↓↓↓

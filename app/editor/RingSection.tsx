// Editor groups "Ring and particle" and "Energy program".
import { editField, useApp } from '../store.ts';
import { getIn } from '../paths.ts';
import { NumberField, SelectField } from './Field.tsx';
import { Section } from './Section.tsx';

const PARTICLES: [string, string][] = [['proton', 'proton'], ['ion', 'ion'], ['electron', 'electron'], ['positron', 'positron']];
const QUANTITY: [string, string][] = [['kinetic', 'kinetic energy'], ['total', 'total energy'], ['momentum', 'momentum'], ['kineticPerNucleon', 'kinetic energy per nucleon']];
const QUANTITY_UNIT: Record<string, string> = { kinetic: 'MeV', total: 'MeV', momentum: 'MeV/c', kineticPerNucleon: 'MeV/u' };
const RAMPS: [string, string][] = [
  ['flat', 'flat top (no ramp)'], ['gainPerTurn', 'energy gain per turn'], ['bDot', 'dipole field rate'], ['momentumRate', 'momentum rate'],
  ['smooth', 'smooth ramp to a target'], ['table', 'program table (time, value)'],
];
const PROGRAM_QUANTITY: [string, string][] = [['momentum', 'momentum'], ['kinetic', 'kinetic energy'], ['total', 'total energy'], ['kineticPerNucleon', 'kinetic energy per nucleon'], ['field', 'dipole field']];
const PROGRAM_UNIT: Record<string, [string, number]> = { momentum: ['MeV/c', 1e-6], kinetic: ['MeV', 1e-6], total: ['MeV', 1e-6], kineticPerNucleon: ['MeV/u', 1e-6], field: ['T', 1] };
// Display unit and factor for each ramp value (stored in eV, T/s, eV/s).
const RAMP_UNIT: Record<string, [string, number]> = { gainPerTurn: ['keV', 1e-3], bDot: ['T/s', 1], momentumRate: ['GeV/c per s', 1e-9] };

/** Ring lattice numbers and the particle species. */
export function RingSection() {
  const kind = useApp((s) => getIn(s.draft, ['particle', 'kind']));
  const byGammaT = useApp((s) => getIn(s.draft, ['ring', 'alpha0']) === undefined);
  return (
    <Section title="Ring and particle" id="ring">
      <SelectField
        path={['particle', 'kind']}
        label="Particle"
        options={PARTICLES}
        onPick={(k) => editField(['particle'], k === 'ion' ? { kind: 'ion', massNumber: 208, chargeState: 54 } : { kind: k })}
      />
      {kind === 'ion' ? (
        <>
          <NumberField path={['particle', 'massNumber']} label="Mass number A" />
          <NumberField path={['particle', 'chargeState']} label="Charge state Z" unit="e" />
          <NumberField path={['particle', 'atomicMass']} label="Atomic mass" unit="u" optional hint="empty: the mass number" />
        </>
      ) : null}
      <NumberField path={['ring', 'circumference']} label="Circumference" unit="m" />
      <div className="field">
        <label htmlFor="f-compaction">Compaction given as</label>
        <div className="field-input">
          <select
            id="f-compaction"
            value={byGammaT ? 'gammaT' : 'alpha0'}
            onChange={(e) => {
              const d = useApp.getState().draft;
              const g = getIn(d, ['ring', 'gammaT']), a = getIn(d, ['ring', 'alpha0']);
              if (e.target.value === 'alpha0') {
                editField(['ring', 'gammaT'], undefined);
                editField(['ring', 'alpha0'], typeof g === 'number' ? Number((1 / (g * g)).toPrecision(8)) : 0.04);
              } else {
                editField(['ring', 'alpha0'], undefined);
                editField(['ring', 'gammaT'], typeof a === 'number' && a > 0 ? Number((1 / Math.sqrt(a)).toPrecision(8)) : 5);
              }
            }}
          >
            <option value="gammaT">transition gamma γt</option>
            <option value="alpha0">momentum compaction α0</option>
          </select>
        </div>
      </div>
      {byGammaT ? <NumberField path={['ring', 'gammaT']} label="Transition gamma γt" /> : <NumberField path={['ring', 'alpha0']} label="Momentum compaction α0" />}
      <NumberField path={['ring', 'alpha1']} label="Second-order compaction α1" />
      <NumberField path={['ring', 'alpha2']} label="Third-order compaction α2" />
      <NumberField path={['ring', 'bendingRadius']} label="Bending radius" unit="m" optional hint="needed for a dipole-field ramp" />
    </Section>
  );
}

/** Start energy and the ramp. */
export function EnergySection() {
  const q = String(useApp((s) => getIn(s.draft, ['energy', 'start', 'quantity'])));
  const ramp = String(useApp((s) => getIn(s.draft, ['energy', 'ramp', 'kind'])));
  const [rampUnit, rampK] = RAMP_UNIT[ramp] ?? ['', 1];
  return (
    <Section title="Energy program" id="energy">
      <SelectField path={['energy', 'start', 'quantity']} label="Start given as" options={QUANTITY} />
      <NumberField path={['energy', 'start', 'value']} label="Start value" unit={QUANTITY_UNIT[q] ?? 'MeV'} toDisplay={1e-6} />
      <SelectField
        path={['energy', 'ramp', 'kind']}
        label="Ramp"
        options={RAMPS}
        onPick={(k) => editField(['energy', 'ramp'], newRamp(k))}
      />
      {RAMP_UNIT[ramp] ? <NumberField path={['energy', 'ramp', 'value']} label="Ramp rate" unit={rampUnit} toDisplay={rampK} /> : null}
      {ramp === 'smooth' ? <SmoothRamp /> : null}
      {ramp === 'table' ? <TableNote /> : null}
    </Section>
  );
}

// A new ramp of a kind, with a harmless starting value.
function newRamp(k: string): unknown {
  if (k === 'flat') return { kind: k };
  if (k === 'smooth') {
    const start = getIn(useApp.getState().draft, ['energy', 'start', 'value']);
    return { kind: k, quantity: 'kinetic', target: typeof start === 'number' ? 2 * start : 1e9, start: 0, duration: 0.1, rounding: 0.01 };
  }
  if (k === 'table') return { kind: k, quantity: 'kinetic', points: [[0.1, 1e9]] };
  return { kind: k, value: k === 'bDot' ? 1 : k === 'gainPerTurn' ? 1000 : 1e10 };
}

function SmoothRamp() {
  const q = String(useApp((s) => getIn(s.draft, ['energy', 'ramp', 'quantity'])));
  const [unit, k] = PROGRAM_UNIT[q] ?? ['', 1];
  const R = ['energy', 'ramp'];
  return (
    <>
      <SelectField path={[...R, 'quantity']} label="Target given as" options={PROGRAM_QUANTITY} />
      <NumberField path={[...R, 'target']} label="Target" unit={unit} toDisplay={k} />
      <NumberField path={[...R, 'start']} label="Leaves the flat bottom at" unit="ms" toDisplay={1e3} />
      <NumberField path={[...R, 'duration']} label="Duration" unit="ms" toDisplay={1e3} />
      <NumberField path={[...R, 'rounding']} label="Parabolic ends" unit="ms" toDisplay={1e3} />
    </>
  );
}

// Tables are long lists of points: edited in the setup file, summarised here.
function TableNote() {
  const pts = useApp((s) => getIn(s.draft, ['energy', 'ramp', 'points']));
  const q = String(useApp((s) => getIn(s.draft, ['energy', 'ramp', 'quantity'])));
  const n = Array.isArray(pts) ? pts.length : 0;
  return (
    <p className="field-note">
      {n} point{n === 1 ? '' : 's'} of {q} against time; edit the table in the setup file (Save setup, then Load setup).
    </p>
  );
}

↑↑↑

▶ Exercise
What lines in the data above contain the word "undefined"? Show them all.

▶ Exercise output
  const byGammaT = useApp((s) => getIn(s.draft, ['ring', 'alpha0']) === undefined);
                editField(['ring', 'gammaT'], undefined);
                editField(['ring', 'alpha0'], undefined);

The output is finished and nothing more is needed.